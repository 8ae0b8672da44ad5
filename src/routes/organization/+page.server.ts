import { error } from '@sveltejs/kit';
import { authorize, membershipsAllowing } from '$lib/server/auth/access';
import { db } from '$lib/server/db';
import { formFail, parseForm } from '$lib/server/forms';
import { countAdmins, createInvitation, listMembers, listPendingInvitations, setRole } from '$lib/server/queries/members';
import { enqueueMail } from '$lib/server/mail';
import { invitationMail } from '$lib/server/messages';
import { config } from '$lib/server/config';
import { recordAudit } from '$lib/server/audit';
import { transaction } from '$lib/server/transaction';
import { invitationSchema, roleChangeSchema } from '$lib/schemas/projects';
import type { Actions, PageServerLoad, RequestEvent } from './$types';

/** The organization being managed: ?org=ID, else the first one the user administers. */
function organizationOf(event: RequestEvent | Parameters<PageServerLoad>[0]): number {
	const fromQuery = Number(event.url.searchParams.get('org'));
	if (Number.isInteger(fromQuery) && fromQuery > 0) return fromQuery;
	const first = membershipsAllowing(event.locals, 'members:manage')[0];
	if (!first) error(403, 'Only an admin can manage people.');
	return first.organizationId;
}

export const load = (async (event) => {
	const organizationId = organizationOf(event);
	await authorize(event.locals, 'members:manage', { organizationId });
	const k = db();
	const organization = await k('organizations').where({ id: organizationId }).first('id', 'name');
	return {
		organization,
		members: await listMembers(k, organizationId),
		invitations: await listPendingInvitations(k, organizationId),
		projects: await k('projects').where({ organization_id: organizationId }).orderBy('name').select('id', 'name')
	};
}) satisfies PageServerLoad;

export const actions = {
	invite: async (event) => {
		const organizationId = organizationOf(event);
		const scope = await authorize(event.locals, 'members:manage', { organizationId });
		const form = await event.request.formData();
		const parsed = parseForm(invitationSchema, form);
		if (!parsed.ok) return parsed.failure;
		const k = db();
		if (parsed.data.projectId !== null) {
			const project = await k('projects').where({ id: parsed.data.projectId, organization_id: organizationId }).first('id');
			if (!project) return formFail(400, form, 'Pick a project of this organization.', { projectId: 'Pick a project of this organization.' });
		}
		const already = await k('memberships as m')
			.join('users as u', 'u.id', 'm.user_id')
			.where({ 'u.email': parsed.data.email, 'm.organization_id': organizationId })
			.first('m.id');
		if (already && parsed.data.role !== 'client') {
			return formFail(409, form, 'That person is already a member.', { email: 'Already a member of this organization.' });
		}
		const org = await k('organizations').where({ id: organizationId }).first('name');
		await transaction(async (trx) => {
			const { id, token } = await createInvitation(trx, { organizationId, ...parsed.data, invitedBy: scope.user.id });
			const mail = invitationMail({
				organizationName: org.name,
				role: parsed.data.role,
				inviterName: scope.user.name,
				link: `${config().PUBLIC_BASE_URL}/invitation/${token}`
			});
			await enqueueMail(trx, { to: parsed.data.email, kind: 'invitation', ...mail });
			await recordAudit(trx, { organizationId, userId: scope.user.id, action: 'invitation.created', entityType: 'invitation', entityId: id, details: { email: parsed.data.email, role: parsed.data.role } });
		});
		return { invited: parsed.data.email };
	},

	setRole: async (event) => {
		const organizationId = organizationOf(event);
		const scope = await authorize(event.locals, 'members:manage', { organizationId });
		const form = await event.request.formData();
		const parsed = parseForm(roleChangeSchema, form);
		if (!parsed.ok) return parsed.failure;
		const result = await transaction(async (trx) => {
			const current = await trx('memberships').where({ organization_id: organizationId, user_id: parsed.data.userId }).forUpdate().first('role');
			if (!current) return 'missing' as const;
			if (current.role === 'admin' && parsed.data.role !== 'admin' && (await countAdmins(trx, organizationId)) <= 1) return 'last-admin' as const;
			await setRole(trx, organizationId, parsed.data.userId, parsed.data.role);
			await recordAudit(trx, { organizationId, userId: scope.user.id, action: 'membership.role_changed', entityType: 'user', entityId: parsed.data.userId, details: { from: current.role, to: parsed.data.role } });
			return 'ok' as const;
		});
		if (result === 'missing') return formFail(404, form, 'That person is not a member.');
		if (result === 'last-admin') return formFail(409, form, 'An organization needs at least one admin.');
		return { roleChanged: true };
	}
} satisfies Actions;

++++

◆ **ACTIVITY**:
Wherever the string "transaction" appears in the entries above, list that line.

◆ **SOLVED EXERCISE**:
import { transaction } from '$lib/server/transaction';
		await transaction(async (trx) => {
		const result = await transaction(async (trx) => {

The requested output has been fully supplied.